LegitURL
Like a nutrition label for links — LegitURL reveals how secure and trustworthy a website really is, based on technical behavior, not reputation.
Built for iOS with privacy in mind. Zero tracking. One tap analysis.
Once upon a TLS
The Link, the Bodyguard, and the Shop
A 2‑minute story about what really happens when you tap a URL
The Bodyguard is the browser, the visitor is you, the Link is the Shop
1 · Badge check at the door
Is the shop even real?
Before anything else, the bodyguard checks the shop’s badge — the TLS certificate.
- A basic badge (DV) just says: “Yes, this shop exists.”
- A professional badge (OV) shows the company’s real name.
- An elite badge (EV) shows a government-verified identity.
If the badge is missing, expired, or fake:
“Sorry, no verified badge — you're not getting in.”
2 · Reading the rule sheet
Before entering, what does the shop allow?
The bodyguard opens the door just a crack and reads the posted rules — the HTTP response headers:
- Content-Security-Policy → “No fireworks, no shady deliveries.”
- HSTS, Referrer-Policy → “Don’t shout secrets outside.”
- Permissions-Policy → “No surprise camera flashes.”
If the rules are missing, too vague, or poorly written:
The bodyguard frowns. “This shop feels chaotic already.”
3 · Sticker time
The shop wants to tag you before you browse.
Shops use cookies to place stickers on your coat. Some are harmless, others are aggressive trackers.
| Sticker type | Cookie meaning |
|---|---|
| Can’t be edited | HttpOnly |
| Only valid here | SameSite=Lax or Strict |
| Works in all shops | SameSite=None (tracker!) |
| Permanent ink | Very long expiry date |
Polite shops keep stickers small. Pushy ones slap on barcode trackers the size of your chest.

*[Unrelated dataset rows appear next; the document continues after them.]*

import { REFERENCE_WEIGHT_DENSITY_KG_PER_M3 } from './buoyancy';
import { Decimal, type DecimalInput, dec } from './decimal';
import { MetrologyInputError, type MetrologyWarning } from './errors';
import { resolveExpansionCoefficient } from './materials';
import { waterDensity } from './water-density';

/*
 * Gravimetric volume at a reference temperature (ISO 4787; ISO 8655-6 for piston pipettes):
 *   V_ref = m_net / (rhoW - rhoA) * (1 - rhoA/rhoB) * [1 - gamma (t - t_ref)]
 * with densities in kg/m3 turned into g/mL by / 1000, so V is in mL for m in g.
 *   Z = (1 / (rhoW - rhoA)) (1 - rhoA/rhoB), mL/g.
 */
export const DEFAULT_REFERENCE_TEMPERATURE_C = new Decimal(20);
const ONE = new Decimal(1);
const KG_PER_M3_PER_G_PER_ML = new Decimal(1000);

/** Every input of the volume model, already as Decimals (for sensitivity coefficients and Monte Carlo). */
export interface VolumeModelInputs {
  readonly netMassG: Decimal;
  readonly waterTemperatureC: Decimal;
  readonly waterDensityKgPerM3: Decimal;
  readonly airDensityKgPerM3: Decimal;
  readonly weightDensityKgPerM3: Decimal;
  readonly expansionCoefficientPerK: Decimal;
  readonly referenceTemperatureC: Decimal;
}

/**
 * The measurement model: volume in mL at the reference temperature. Plain arithmetic with no
 * range checks, so that perturbed inputs (sensitivity, Monte Carlo) pass through; only a
 * model that cannot be evaluated (rhoW = rhoA or rhoB = 0) is refused.
 */
export function volumeModel(i: VolumeModelInputs): Decimal {
  const densityDifference = i.waterDensityKgPerM3.minus(i.airDensityKgPerM3);
  if (densityDifference.isZero()) throw new MetrologyInputError('waterDensityKgPerM3', 'must differ from the air density');
  if (i.weightDensityKgPerM3.isZero()) throw new MetrologyInputError('weightDensityKgPerM3', 'must not be 0');
  return i.netMassG
    .times(KG_PER_M3_PER_G_PER_ML)
    .div(densityDifference)
    .times(ONE.minus(i.airDensityKgPerM3.div(i.weightDensityKgPerM3)))
    .times(ONE.minus(i.expansionCoefficientPerK.times(i.waterTemperatureC.minus(i.referenceTemperatureC))));
}

export interface ZFactorInput {
  readonly waterTemperatureC: DecimalInput;
  readonly airDensityKgPerM3: DecimalInput;
  /** Default 8000 kg/m3 (OIML R 111-1 convention). */
  readonly weightDensityKgPerM3?: DecimalInput;
  /** Default: Tanaka et al. (2001), air-free, 101 325 Pa, at waterTemperatureC. */
  readonly waterDensityKgPerM3?: DecimalInput;
}

export interface ZFactorResult {
  readonly zMlPerG: Decimal;
  readonly waterDensityKgPerM3: Decimal;
  readonly airDensityKgPerM3: Decimal;
  readonly weightDensityKgPerM3: Decimal;
  readonly warnings: MetrologyWarning[];
}

/** Z = (1/(rhoW - rhoA)) (1 - rhoA/rhoB) in mL/g; refuses rhoA < 0, rhoW <= rhoA, rhoB <= rhoA. */
export function zFactor(input: ZFactorInput): ZFactorResult {
  const t = dec(input.waterTemperatureC, 'waterTemperatureC');
  const rhoA = dec(input.airDensityKgPerM3, 'airDensityKgPerM3');
  if (rhoA.isNegative()) throw new MetrologyInputError('airDensityKgPerM3', 'must not be negative', { min: '0', unit: 'kg/m3' });
  const warnings: MetrologyWarning[] = [];
  let rhoW: Decimal;
  if (input.waterDensityKgPerM3 === undefined) {
    const w = waterDensity({ temperatureC: t });
    warnings.push(...w.warnings);
    rhoW = w.densityKgPerM3;
  } else {
    rhoW = dec(input.waterDensityKgPerM3, 'waterDensityKgPerM3');
  }
  const rhoB =
    input.weightDensityKgPerM3 === undefined ? REFERENCE_WEIGHT_DENSITY_KG_PER_M3 : dec(input.weightDensityKgPerM3, 'weightDensityKgPerM3');
  for (const [field, value] of [
    ['waterDensityKgPerM3', rhoW],
    ['weightDensityKgPerM3', rhoB],
  ] as const) {
    if (value.lessThanOrEqualTo(rhoA)) {
      throw new MetrologyInputError(field, `must be greater than the air density (${rhoA.toString()} kg/m3)`, {
        min: rhoA.toString(),
        unit: 'kg/m3',
      });
    }
  }
  const z = KG_PER_M3_PER_G_PER_ML.div(rhoW.minus(rhoA)).times(ONE.minus(rhoA.div(rhoB)));
  return { zMlPerG: z, waterDensityKgPerM3: rhoW, airDensityKgPerM3: rhoA, weightDensityKgPerM3: rhoB, warnings };
}

/** Balance readings of one replicate, in g. */
export type ReplicateReadings =
  /** Adjusted to contain: the vessel weighed filled to the mark and empty. */
  | { readonly mode: 'contain'; readonly filledG: DecimalInput; readonly emptyG: DecimalInput }
  /** Adjusted to deliver: the weighing vessel before and after receiving the delivery. */
  | { readonly mode: 'deliver'; readonly beforeG: DecimalInput; readonly afterG: DecimalInput };

/** Net mass of water of one replicate; refuses negative readings and a non-positive net mass. */
export function netMassG(readings: ReplicateReadings): Decimal {
  const [lowField, highField, low, high] =
    readings.mode === 'contain'
      ? (['emptyG', 'filledG', readings.emptyG, readings.filledG] as const)
      : (['beforeG', 'afterG', readings.beforeG, readings.afterG] as const);
  const lo = dec(low, lowField);
  const hi = dec(high, highField);
  for (const [field, v] of [
    [lowField, lo],
    [highField, hi],
  ] as const) {
    if (v.isNegative()) throw new MetrologyInputError(field, 'must not be negative', { min: '0', unit: 'g' });
  }
  if (hi.lessThanOrEqualTo(lo)) {
    throw new MetrologyInputError(highField, `must be greater than ${lowField} (the net mass of water must be positive)`);
  }
  return hi.minus(lo);
}

export interface ReplicateVolumeInput extends ZFactorInput {
  readonly readings: ReplicateReadings;
  /** A material id from the materials table, or ... */
  readonly material?: string;
  /** ... the vessel's cubic expansion coefficient in 1/K (exactly one of the two). */
  readonly expansionCoefficientPerK?: DecimalInput;
  /** Default 20 °C. */
  readonly referenceTemperatureC?: DecimalInput;
}

export interface ReplicateVolumeResult {
  readonly volumeMl: Decimal;
  readonly netMassG: Decimal;
  readonly zMlPerG: Decimal;
  /** The model inputs actually used, ready for an uncertainty evaluation. */
  readonly modelInputs: VolumeModelInputs;
  readonly expansionCoefficientSource: string;
  readonly warnings: MetrologyWarning[];
}

/** Volume of one replicate at the reference temperature, mL. */
export function replicateVolume(input: ReplicateVolumeInput): ReplicateVolumeResult {
  const m = netMassG(input.readings);
  const z = zFactor(input);
  const gamma = resolveExpansionCoefficient({ material: input.material, expansionCoefficientPerK: input.expansionCoefficientPerK });
  const modelInputs: VolumeModelInputs = {
    netMassG: m,
    waterTemperatureC: dec(input.waterTemperatureC, 'waterTemperatureC'),
    waterDensityKgPerM3: z.waterDensityKgPerM3,
    airDensityKgPerM3: z.airDensityKgPerM3,
    weightDensityKgPerM3: z.weightDensityKgPerM3,
    expansionCoefficientPerK: gamma.expansionCoefficientPerK,
    referenceTemperatureC:
      input.referenceTemperatureC === undefined
        ? DEFAULT_REFERENCE_TEMPERATURE_C
        : dec(input.referenceTemperatureC, 'referenceTemperatureC'),
  };
  return {
    volumeMl: volumeModel(modelInputs),
    netMassG: m,
    zMlPerG: z.zMlPerG,
    modelInputs,
    expansionCoefficientSource: gamma.source,
    warnings: z.warnings,
  };
}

4 · Size, language, and layout
How big is the shop? Can we understand it?
Once allowed in, the bodyguard checks:
- What language is spoken? (lang= tag)
- Is the floor plan valid HTML?
- Are key elements present (title, doctype, charset)?
If stairs are missing or there’s a hole in the floor:
The bodyguard may try to patch it… but it’s not happy.
5 · Staff and deliveries
Who’s allowed to talk to you inside?
The bodyguard reads the shop’s script policy (Content-Security-Policy: script-src):
- Are only known staff allowed (trusted domains)?

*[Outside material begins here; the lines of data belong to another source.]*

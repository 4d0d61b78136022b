import { Decimal } from './decimal';
import { MetrologyInputError } from './errors';
import { VESSEL_MATERIALS, findMaterial, resolveExpansionCoefficient } from './materials';

describe('vessel materials', () => {
  // Borosilicate glass 3.3: mean linear expansion 3.3e-6 /K (DIN 52328, printed in a laboratory-glass
  // maker's data sheet, huayuanglass.com); cubic gamma = 3 alpha = 9.9e-6 /K.
  it('gives borosilicate 3.3 three times its linear coefficient', () => {
    expect(new Decimal(findMaterial('borosilicate-3-3')!.expansionCoefficientPerK).equals(new Decimal('3.3e-6').times(3))).toBe(true);
  });

  // Soda-lime glass: linear 9.1e-6 /K (a laboratory-glass maker's FAQ comparing it with borosilicate 3.3);
  // the table rounds 3 x 9.1e-6 = 27.3e-6 to 27e-6. Tolerance 0.5e-6 /K: that rounding.
  it('gives soda-lime glass about three times its published linear coefficient', () => {
    const gamma = new Decimal(findMaterial('soda-lime')!.expansionCoefficientPerK);
    expect(gamma.minus(new Decimal('9.1e-6').times(3)).abs().toNumber()).toBeLessThanOrEqual(0.5e-6);
  });

  it('has kebab-case ids, a positive coefficient and a stated source on every row', () => {
    const ids = new Set<string>();
    for (const m of VESSEL_MATERIALS) {
      expect(m.id).toMatch(/^[a-z0-9]+(-[a-z0-9]+)*$/);
      expect(ids.has(m.id)).toBe(false);
      ids.add(m.id);
      expect(new Decimal(m.expansionCoefficientPerK).greaterThan(0)).toBe(true);
      expect(m.source.length).toBeGreaterThan(20);
    }
  });
});

describe('resolveExpansionCoefficient', () => {
  it('takes the table value for a material, or an entered value', () => {
    expect(resolveExpansionCoefficient({ material: 'borosilicate-3-3' })).toMatchObject({ materialId: 'borosilicate-3-3' });
    const entered = resolveExpansionCoefficient({ expansionCoefficientPerK: '1.2e-5' });
    expect(entered.expansionCoefficientPerK.toString()).toBe('0.000012');
    expect(entered.source).toBe('entered value');
  });

  it('refuses both, neither, an unknown material and an implausible value', () => {
    expect(() => resolveExpansionCoefficient({})).toThrow(/exactly one/);
    expect(() => resolveExpansionCoefficient({ material: 'soda-lime', expansionCoefficientPerK: '27e-6' })).toThrow(/exactly one/);
    expect(() => resolveExpansionCoefficient({ material: 'unobtainium' })).toThrow(/unknown/);
    expect(() => resolveExpansionCoefficient({ expansionCoefficientPerK: '-1e-6' })).toThrow(MetrologyInputError);
    // Probably a linear coefficient typed in ppm (e.g. 9.9 meaning 9.9e-6): refused, not used.
    expect(() => resolveExpansionCoefficient({ expansionCoefficientPerK: '9.9' })).toThrow(MetrologyInputError);
  });
});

- Are bad actors barred from entering?
- Are ID badges (nonces or hashes) required?
- Can anyone scribble notes on the walls? (inline scripts). Are those scribbles approved, or just chaos?
“Unauthorized script from shadycdn.ru? Front kick.”
If the shop uses nonce or sha256, only scripts with matching badges are allowed to speak. With strict-dynamic, even friends of the badge-holders must prove themselves.
6 · The Magicians
Some shops hire wizards.
They're called scripts. These are magicians that live in the shop and can perform powerful actions:
- They can paint the walls, restock the shelves, teleport doors into place…
- They can also whisper into your ear, steal your wallet, or enchant you to do things without knowing.
Inline scripts are like small local magicians — they only know one spell, written into the wall.
External scripts bring in outside magicians — they carry books of spells from faraway places (like CDNs or ad networks).
The Content-Security-Policy is the guild that manages their power:
- If a script doesn't have an ID badge (nonce or sha256) — the guard yells:
“YOU HAVE NO POWER HERE!” - With strict-dynamic, even invited magicians must prove they're trustworthy — just showing up isn't enough.
Without a good CSP, any magician can sneak in and do whatever they want.
7 · Inside the shop
Now you’re browsing. What’s going on behind the scenes?
The bodyguard watches your surroundings:
- Are there trapdoors in the floor? (e.g., eval, hidden redirects)
- Is someone reading or editing your stickers ? (scripts accessing document.cookie)
- Is someone trying to make you do something without you agreeing ? (auto-submitting forms)
Good shops are simple: you walk in, look around, and leave. Bad ones try to slip something in your pocket — or take something out.